Like “Robin Hood”, Oliver Stone’s “Wall Street: Money Never Sleeps” screens out of competition, while major arthouse names like Iran’s Abbas Kiarostami and Britain’s Ken Loach lead the race for the Palme d’Or top prize.
Loach, who scooped the Palme in 2006, made a late entry on Monday into this year’s race with “Route Irish,” a movie about British security contractors in the Iraq war. The only US film in competition for the Palme this year, “Fair Game” by “The Bourne Identity” director Doug Liman, starring Sean Penn and Naomi Watts, looks at the former US government’s bid to smear CIA agent Valerie Plame.
Cannes 2010 will also see premieres of films by Mexico’s Alejandro Gonzalez Inarritu and Japan’s Takeshi Kitano. US film-maker Woody Allen, 74, and New Wave icon Jean-Luc Godard, 79, add to the largely veteran line-up.
In the race for the Palme award on May 23, Asia has a strong showing, with two entries from South Korea — “Poetry” by Lee Chang-dong and Im Sang-soo’s “The Housemaid”. China and Thailand are also represented.
“I always wanted to be Robin Hood rather than Maid Marion,” joked Blanchett.
“She was exactly the same on this movie,” Crowe added. “‘Give us your leather trousers, Russell,’ she’d say.”
Crowe joked that an action by an obscure Frenchmen depicted in the movie likely got “Robin Hood” the prestigious slot at Cannes.
“To have so much French language in this movie and so many diverse French characters, and also to tell the one simple truth that Richard Coeur de Lion did not make it home to England,” Crowe said, noting that past “Robin Hood” movies tend to show Richard making a heroic homecoming. “To tell the simple truth, that this grand English hero, he was snuffed out by a crossbow bolt shot by a French cook.

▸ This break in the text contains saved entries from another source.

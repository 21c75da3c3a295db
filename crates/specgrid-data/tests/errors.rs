//! Every data error: a clear message naming the file, the column and the row count, never a
//! panic.

mod common;

use common::*;
use specgrid_data::{assemble, load, DataError};
use specgrid_study::{Comparison, Condition, Transform, Value};

const CSV: &str = "yield_t,area_ha,visits,variety\n\
3.1,1.5,2,nimbus\n\
4.2,2.0,3,cirrus\n\
2.7,0.8,1,nimbus\n\
5.9,3.2,7,cirrus\n";

fn message(err: DataError) -> String {
    err.to_string()
}

#[test]
fn unknown_column_suggests_close_names() {
    let dir = tempfile::tempdir().unwrap();
    let path = write(dir.path(), "orchards.csv", CSV);
    let plan = simple_plan(
        &path,
        "yield_t",
        vec![num("area_hectares", Transform::Level)],
    );
    let err = load(&plan).unwrap_err();
    assert!(matches!(&err, DataError::UnknownColumn { column, .. } if column == "area_hectares"));
    let m = message(err);
    assert!(m.contains("orchards.csv"), "{m}");
    assert!(m.contains("no column named `area_hectares`"), "{m}");
    assert!(m.contains("did you mean `area_ha`"), "{m}");
    assert!(m.contains("4 columns"), "{m}");
}

#[test]
fn unknown_column_lists_columns_when_nothing_is_close() {
    let dir = tempfile::tempdir().unwrap();
    let path = write(dir.path(), "orchards.csv", CSV);
    let plan = simple_plan(&path, "yield_t", vec![num("zzzz", Transform::Level)]);
    let m = message(load(&plan).unwrap_err());
    assert!(
        m.contains("`yield_t`, `area_ha`, `visits`, `variety`"),
        "{m}"
    );
}

#[test]
fn non_numeric_cells_are_counted_with_first_row() {
    let dir = tempfile::tempdir().unwrap();
    let csv = "yield_t,area_ha\n3.1,1.5\n4.2,two\n2.7,\n5.9,NA\n1.0,3\n2.0,n/a\n";
    let path = write(dir.path(), "orchards.csv", csv);
    let plan = simple_plan(&path, "yield_t", vec![num("area_ha", Transform::Level)]);
    let err = load(&plan).unwrap_err();
    let m = message(err.clone());
    match err {
        DataError::NonNumeric {
            column,
            rows,
            first,
            value,
            ..
        } => {
            assert_eq!(column, "area_ha");
            assert_eq!(rows, 2, "`two` and `n/a`; blank and NA are missing");
            assert_eq!(first.row, 1);
            assert_eq!(value, "two");
        }
        other => panic!("unexpected {other:?}"),
    }
    assert!(m.contains("2 rows"), "{m}");
    assert!(m.contains("data row 2 (line 3)"), "{m}");
}

#[test]
fn infinite_values_are_an_error() {
    let dir = tempfile::tempdir().unwrap();
    let csv = "yield_t,area_ha\n3.1,1.5\n4.2,inf\n2.7,1\n5.9,-inf\n";
    let path = write(dir.path(), "orchards.csv", csv);
    let plan = simple_plan(&path, "yield_t", vec![num("area_ha", Transform::Level)]);
    let err = load(&plan).unwrap_err();
    assert!(matches!(&err, DataError::Infinite { column, rows: 2, .. } if column == "area_ha"));
    let m = message(err);
    assert!(
        m.contains("`area_ha`") && m.contains("2 rows") && m.contains("data row 2"),
        "{m}"
    );
}

#[test]
fn outcome_without_variance() {
    let dir = tempfile::tempdir().unwrap();
    let csv = "yield_t,area_ha\n3,1.5\n3,2\n3,1\n3,4\n";
    let path = write(dir.path(), "orchards.csv", csv);
    let plan = simple_plan(&path, "yield_t", vec![num("area_ha", Transform::Level)]);
    let err = assemble(&plan, &load(&plan).unwrap()).unwrap_err();
    let m = message(err.clone());
    assert!(matches!(err, DataError::NoOutcomeVariance { rows: 4, .. }));
    assert!(
        m.contains("`yield_t`") && m.contains("4 rows") && m.contains("sample `all`"),
        "{m}"
    );
}

#[test]
fn sample_keeping_no_rows() {
    let dir = tempfile::tempdir().unwrap();
    let path = write(dir.path(), "orchards.csv", CSV);
    let mut plan = simple_plan(&path, "yield_t", vec![num("area_ha", Transform::Level)]);
    plan.samples[0].conditions.push(Condition::Compare {
        column: "visits".into(),
        comparison: Comparison::Above,
        value: Value::Number(100.0),
    });
    let err = assemble(&plan, &load(&plan).unwrap()).unwrap_err();
    let m = message(err.clone());
    assert!(matches!(err, DataError::EmptySample { rows_read: 4, .. }));
    assert!(
        m.contains("keeps 0 of 4 rows") && m.contains("`visits`"),
        "{m}"
    );
}

#[test]
fn all_rows_undefined_names_the_transform() {
    let dir = tempfile::tempdir().unwrap();
    let csv = "yield_t,visits\n3,0\n4,0\n5,-1\n";
    let path = write(dir.path(), "orchards.csv", csv);
    let plan = simple_plan(&path, "yield_t", vec![num("visits", Transform::Log)]);
    let m = message(assemble(&plan, &load(&plan).unwrap()).unwrap_err());
    assert!(
        m.contains("log(visits) undefined in 3 rows with visits ≤ 0"),
        "{m}"
    );
}

#[test]
fn too_few_rows_for_the_largest_model() {
    let dir = tempfile::tempdir().unwrap();
    let path = write(dir.path(), "orchards.csv", CSV);
    // intercept + area + visits + variety=nimbus = 4 coefficients on 4 rows.
    let plan = simple_plan(
        &path,
        "yield_t",
        vec![
            num("area_ha", Transform::Level),
            num("visits", Transform::Level),
            cat("variety", None),
        ],
    );
    let err = assemble(&plan, &load(&plan).unwrap()).unwrap_err();
    let m = message(err.clone());
    assert!(
        matches!(
            err,
            DataError::TooFewRows {
                rows: 4,
                columns: 4,
                ..
            }
        ),
        "{m}"
    );
    assert!(
        m.contains("keeps 4 rows") && m.contains("4 coefficients"),
        "{m}"
    );
}

#[test]
fn single_level_focus_is_an_error() {
    let dir = tempfile::tempdir().unwrap();
    let path = write(dir.path(), "orchards.csv", CSV);
    let mut plan = simple_plan(&path, "yield_t", vec![cat("variety", None)]);
    plan.samples[0].conditions.push(Condition::InSet {
        column: "variety".into(),
        levels: vec!["nimbus".into()],
    });
    let err = assemble(&plan, &load(&plan).unwrap()).unwrap_err();
    let m = message(err.clone());
    assert!(
        matches!(err, DataError::SingleLevelFocus { rows: 2, .. }),
        "{m}"
    );
    assert!(
        m.contains("`variety`") && m.contains("`nimbus`") && m.contains("2 rows"),
        "{m}"
    );
}

#[test]
fn unknown_reference_level() {
    let dir = tempfile::tempdir().unwrap();
    let path = write(dir.path(), "orchards.csv", CSV);
    let plan = simple_plan(&path, "yield_t", vec![cat("variety", Some("stratus"))]);
    let m = message(assemble(&plan, &load(&plan).unwrap()).unwrap_err());
    assert!(
        m.contains("`stratus`") && m.contains("`variety`") && m.contains("`cirrus`, `nimbus`"),
        "{m}"
    );
}

#[test]
fn constant_column_cannot_be_standardized() {
    let dir = tempfile::tempdir().unwrap();
    let csv = "yield_t,visits\n3,2\n4,2\n5,2\n6,2\n";
    let path = write(dir.path(), "orchards.csv", csv);
    let plan = simple_plan(
        &path,
        "yield_t",
        vec![num("visits", Transform::Standardize)],
    );
    let m = message(assemble(&plan, &load(&plan).unwrap()).unwrap_err());
    assert!(
        m.contains("standardized(visits)") && m.contains("4 rows"),
        "{m}"
    );
}

#[test]
fn overflowing_power_is_an_error_not_a_nan() {
    let dir = tempfile::tempdir().unwrap();
    let csv = "yield_t,visits\n3,1e300\n4,2\n5,3\n6,4\n";
    let path = write(dir.path(), "orchards.csv", csv);
    let plan = simple_plan(&path, "yield_t", vec![num("visits", Transform::Power(2))]);
    let err = assemble(&plan, &load(&plan).unwrap()).unwrap_err();
    let m = message(err.clone());
    assert!(
        matches!(err, DataError::NonFiniteResult { rows: 1, .. }),
        "{m}"
    );
    assert!(m.contains("visits^2") && m.contains("data row 1"), "{m}");
}

#[test]
fn ordering_against_text_is_rejected() {
    let dir = tempfile::tempdir().unwrap();
    let path = write(dir.path(), "orchards.csv", CSV);
    let mut plan = simple_plan(&path, "yield_t", vec![num("area_ha", Transform::Level)]);
    plan.samples[0].conditions.push(Condition::Compare {
        column: "variety".into(),
        comparison: Comparison::Below,
        value: Value::Text("m".into()),
    });
    let m = message(assemble(&plan, &load(&plan).unwrap()).unwrap_err());
    assert!(
        m.contains("`variety`") && m.contains("only equal / not-equal"),
        "{m}"
    );
}

#[test]
fn numeric_condition_on_text_column() {
    let dir = tempfile::tempdir().unwrap();
    let path = write(dir.path(), "orchards.csv", CSV);
    let mut plan = simple_plan(&path, "yield_t", vec![num("area_ha", Transform::Level)]);
    plan.samples[0].conditions.push(Condition::Compare {
        column: "variety".into(),
        comparison: Comparison::Below,
        value: Value::Number(3.0),
    });
    let m = message(load(&plan).unwrap_err());
    assert!(
        m.contains("`variety`") && m.contains("4 rows") && m.contains("`nimbus`"),
        "{m}"
    );
}

#[test]
fn unsupported_extension_and_missing_file() {
    let dir = tempfile::tempdir().unwrap();
    let path = write(dir.path(), "orchards.xlsx", CSV);
    let plan = simple_plan(&path, "yield_t", vec![num("area_ha", Transform::Level)]);
    let m = message(load(&plan).unwrap_err());
    assert!(
        m.contains("orchards.xlsx") && m.contains(".csv") && m.contains(".parquet"),
        "{m}"
    );

    let plan = simple_plan(&dir.path().join("gone.csv"), "yield_t", vec![]);
    let m = message(load(&plan).unwrap_err());
    assert!(m.contains("gone.csv") && m.contains("no such file"), "{m}");
}

#[test]
fn malformed_files_are_errors() {
    let dir = tempfile::tempdir().unwrap();
    let path = write(dir.path(), "broken.parquet", "this is not parquet");
    let plan = simple_plan(&path, "yield_t", vec![]);
    let err = load(&plan).unwrap_err();
    assert!(matches!(err, DataError::Unreadable { .. }), "{err:?}");
    assert!(err.to_string().contains("broken.parquet"));

    let path = write(dir.path(), "ragged.csv", "yield_t,area_ha\n1,2\n3,4,5,6\n");
    let plan = simple_plan(&path, "yield_t", vec![num("area_ha", Transform::Level)]);
    let err = load(&plan).unwrap_err();
    assert!(matches!(err, DataError::Unreadable { .. }), "{err:?}");
    let m = err.to_string();
    assert!(m.contains("ragged.csv") && m.contains("CSV"), "{m}");
}

#[test]
fn empty_file_is_an_error() {
    let dir = tempfile::tempdir().unwrap();
    let path = write(dir.path(), "empty.csv", "yield_t,area_ha\n");
    let plan = simple_plan(&path, "yield_t", vec![num("area_ha", Transform::Level)]);
    let m = message(assemble(&plan, &load(&plan).unwrap()).unwrap_err());
    assert!(
        m.contains("keeps 0 of 0 rows") && m.contains("no data rows"),
        "{m}"
    );
}

#[test]
fn counts_read_with_thousands_separators() {
    use specgrid_data::error::{fmt_count, fmt_rows};
    assert_eq!(fmt_count(0), "0");
    assert_eq!(fmt_count(999), "999");
    assert_eq!(fmt_count(2345), "2,345");
    assert_eq!(fmt_count(1234567), "1,234,567");
    assert_eq!(fmt_rows(1), "1 row");
    assert_eq!(fmt_rows(2345), "2,345 rows");
}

I think that is an important piece of history, and I think that’s probably why we’re opening the Cannes Film Festival.”
Change
The 12-day festival opened amid a change of leadership in Britain as the Conservative Party and Liberal Democrats formed the first coalition government since World War II.
The change prompted the “Robin Hood” cast to reflect on similarities between today and the era in the movie, which depicts a new monarchy, heavy taxation and England’s bankrupt coffers from Richard’s foreign wars.

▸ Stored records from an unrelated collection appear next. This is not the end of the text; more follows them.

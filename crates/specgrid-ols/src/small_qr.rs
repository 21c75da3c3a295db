//! Small dense kernels used per model: a Householder QR in model order that drops collinear
//! columns, the inverse of a triangular factor, and a 2-norm condition estimate.
//!
//! Written by hand because faer's QR has no "drop a column whose new direction vanishes, keep
//! model order" rule, and these matrices are tiny (at most p + m rows, k + 1 columns), so the
//! kernels run in caller-owned workspaces without allocating.

/// Reusable buffers for [`factor_in_order`]; grow-only, so a batch allocates once.
#[derive(Debug, Default)]
pub(crate) struct QrWork {
    /// The current Householder vector (`rows` long).
    vector: Vec<f64>,
    /// Original column norms.
    norms: Vec<f64>,
}

/// Outcome of [`factor_in_order`].
#[derive(Debug, Clone, Copy)]
pub(crate) struct OrderedQr {
    /// Number of kept regressor columns.
    pub kept: usize,
    /// ‖residual‖ of the last column after projecting out the kept columns.
    pub resid_norm: f64,
}

/// Factors the column-major `rows × cols` matrix `a` (last column = outcome) by Householder
/// reflections in column order. A regressor column whose component orthogonal to the kept
/// earlier columns has norm ≤ `tol` × its own norm is dropped, so the LATER of two dependent
/// columns goes. Kept positions are appended to `kept`. On return, for kept column q (position
/// `kept[q]` in `a`), rows `0..=q` of that column hold column q of the triangular factor, and
/// rows `0..kept` of the last column hold Q'y.
pub(crate) fn factor_in_order(
    a: &mut [f64],
    rows: usize,
    cols: usize,
    tol: f64,
    kept: &mut Vec<usize>,
    work: &mut QrWork,
) -> OrderedQr {
    debug_assert!(a.len() >= rows * cols && cols >= 1);
    kept.clear();
    work.norms.clear();
    work.norms
        .extend((0..cols).map(|c| norm2(&a[c * rows..(c + 1) * rows])));
    if work.vector.len() < rows {
        work.vector.resize(rows, 0.0);
    }
    let mut r = 0usize;
    for c in 0..cols - 1 {
        let sub = norm2(&a[c * rows + r.min(rows)..(c + 1) * rows]);
        let orig = work.norms[c];
        if r >= rows || orig == 0.0 || sub <= tol * orig {
            continue;
        }
        // Reflector H = I - 2 v v'/(v'v) mapping x = a[r.., c] to alpha e1, alpha = -sign(x0)‖x‖
        // (the sign choice avoids cancellation in v0).
        let x0 = a[c * rows + r];
        let alpha = if x0 >= 0.0 { -sub } else { sub };
        let v = &mut work.vector[..rows];
        v[r..].copy_from_slice(&a[c * rows + r..(c + 1) * rows]);
        v[r] -= alpha;
        let vtv = dot(&v[r..], &v[r..]);
        a[c * rows + r] = alpha;
        a[c * rows + r + 1..(c + 1) * rows].fill(0.0);
        if vtv > 0.0 {
            for c2 in c + 1..cols {
                let col = &mut a[c2 * rows + r..(c2 + 1) * rows];
                let s = 2.0 * dot(&v[r..], col) / vtv;
                for (ci, vi) in col.iter_mut().zip(&v[r..]) {
                    *ci -= s * vi;
                }
            }
        }
        kept.push(c);
        r += 1;
    }
    let last = cols - 1;
    let resid_norm = if r < rows {
        norm2(&a[last * rows + r..(last + 1) * rows])
    } else {
        0.0
    };
    OrderedQr {
        kept: r,
        resid_norm,
    }
}

/// Inverse of the upper-triangular `k × k` column-major matrix `r`, written into `out`
/// (column-major, lower part zero) by back substitution.
pub(crate) fn upper_inverse(r: &[f64], k: usize, out: &mut [f64]) {
    out[..k * k].fill(0.0);
    for j in 0..k {
        // Solve R x = e_j; x has zeros below row j.
        out[j + j * k] = 1.0 / r[j + j * k];
        for i in (0..j).rev() {
            let mut s = 0.0;
            for l in i + 1..=j {
                s += r[i + l * k] * out[l + j * k];
            }
            out[i + j * k] = -s / r[i + i * k];
        }
    }
}

/// Estimated 2-norm condition number σ_max/σ_min of the upper-triangular `r` (k × k), from
/// power iterations on R'R and on R⁻¹R⁻ᵀ (both explicit, so no solves). `tmp` needs 2k slots.
pub(crate) fn condition_estimate(r: &[f64], rinv: &[f64], k: usize, tmp: &mut [f64]) -> f64 {
    if k == 0 {
        return 1.0;
    }
    let smax = largest_singular(r, k, tmp);
    let inv_smin = largest_singular(rinv, k, tmp);
    smax * inv_smin
}

/// Power iteration for the largest singular value of an upper-triangular k × k matrix.
fn largest_singular(u: &[f64], k: usize, tmp: &mut [f64]) -> f64 {
    let (x, y) = tmp[..2 * k].split_at_mut(k);
    // A start vector with no special structure, so it is unlikely to be orthogonal to the top
    // singular vector.
    for (i, xi) in x.iter_mut().enumerate() {
        *xi = 1.0 + 0.1 * ((i * 7919) % 13) as f64;
    }
    let mut sigma = 0.0;
    for _ in 0..40 {
        let nx = norm2(x);
        if nx == 0.0 {
            return 0.0;
        }
        x.iter_mut().for_each(|v| *v /= nx);
        // y = U x
        for (i, yi) in y.iter_mut().enumerate() {
            *yi = (i..k).map(|l| u[i + l * k] * x[l]).sum();
        }
        let new_sigma = norm2(y);
        // x = U' y
        for (l, xl) in x.iter_mut().enumerate() {
            *xl = (0..=l).map(|i| u[i + l * k] * y[i]).sum();
        }
        if (new_sigma - sigma).abs() <= 1e-6 * new_sigma {
            return new_sigma;
        }
        sigma = new_sigma;
    }
    sigma
}

/// Euclidean norm with scaling against overflow/underflow.
pub(crate) fn norm2(v: &[f64]) -> f64 {
    let scale = v.iter().fold(0.0f64, |m, x| m.max(x.abs()));
    if scale == 0.0 || !scale.is_finite() {
        return scale;
    }
    let s: f64 = v.iter().map(|x| (x / scale) * (x / scale)).sum();
    scale * s.sqrt()
}

/// Plain dot product.
pub(crate) fn dot(a: &[f64], b: &[f64]) -> f64 {
    a.iter().zip(b).map(|(x, y)| x * y).sum()
}

#[cfg(test)]
mod tests {
    use super::*;

    #[test]
    fn drops_later_copy_and_reproduces_triangle() {
        // Columns: e1+e2, 2(e1+e2) (a multiple: must go), e3, y. Hand-checked: the first column has
        // norm √2, the copy has no new direction.
        let rows = 3;
        let mut a = vec![1.0, 1.0, 0.0, 2.0, 2.0, 0.0, 0.0, 0.0, 1.0, 1.0, 2.0, 3.0];
        let mut kept = Vec::new();
        let mut w = QrWork::default();
        let out = factor_in_order(&mut a, rows, 4, 1e-10, &mut kept, &mut w);
        assert_eq!(kept, vec![0, 2]);
        assert_eq!(out.kept, 2);
        assert!((a[0].abs() - 2f64.sqrt()).abs() < 1e-15);
        // y = (1,2,3): projection on span{(1,1,0),(0,0,1)} leaves (-0.5, 0.5, 0), norm √0.5.
        assert!((out.resid_norm - 0.5f64.sqrt()).abs() < 1e-15);
    }

    #[test]
    fn inverse_and_condition_of_diagonal() {
        let r = [2.0, 0.0, 0.0, 0.5];
        let mut inv = [0.0; 4];
        upper_inverse(&r, 2, &mut inv);
        assert_eq!(inv, [0.5, 0.0, 0.0, 2.0]);
        let mut tmp = [0.0; 4];
        let c = condition_estimate(&r, &inv, 2, &mut tmp);
        assert!((c - 4.0).abs() < 1e-9, "{c}");
    }
}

“It’s an irony that this is all going on when the film’s being released today,” Blanchett said. “It’s a testament to Ridley’s talent as a director that all of those things are there for the taking, but it’s also a wild ride. And of course, the thing that I’m interested in, a love story, also plays. So he’s able to tonally weave all those different elements into the film.”
“There’s no sort of cynicism with this, we don’t have two other scripts under Ridley’s hospital bed,” Crowe told reporters after a press screening and ahead of the red carpet gala that officially kicks off the 12-day festival in Cannes.
“Obviously there’s a figure in the studio heads’ mind, if we pass a certain figure then they’ll give us a call and say, ‘well, tell the second part of the story’, but there’s no grand plan in that regard.
“It’s theatre on a grand scale and it’s an experience second to none, and if I had the opportunity to address what happens next with Ridley and Cate, then great, let’s do it.”
Scott was unable to be in France due to a knee operation. Asked why he had taken on an iconic role previously played by Errol Flynn, Douglas Fairbanks and Kevin Costner, Crowe replied:
“Do I really believe in the motivations or the back story of any of the other Robin Hoods that have been done?
“When I started thinking about it from that perspective my answer was no. I wanted to find out what the essential motivations were for this man’s altruism.”
Blanchett, who plays a feisty, independent version of Marion, also said she was not inspired by earlier incarnations like Audrey Hepburn’s or Olivia de Havilland’s.
Robin Hood is one of few U.S. titles at this year’s Cannes festival, an expensive if high-profile platform for movies, reflecting concerns over the broader economy and making the 2010 event relatively low-key in terms of star power.
“Maybe the main reason is the (financial) crisis, because cinema is an industry ... which needs a lot of money,” festival director Thierry Fremaux told Reuters.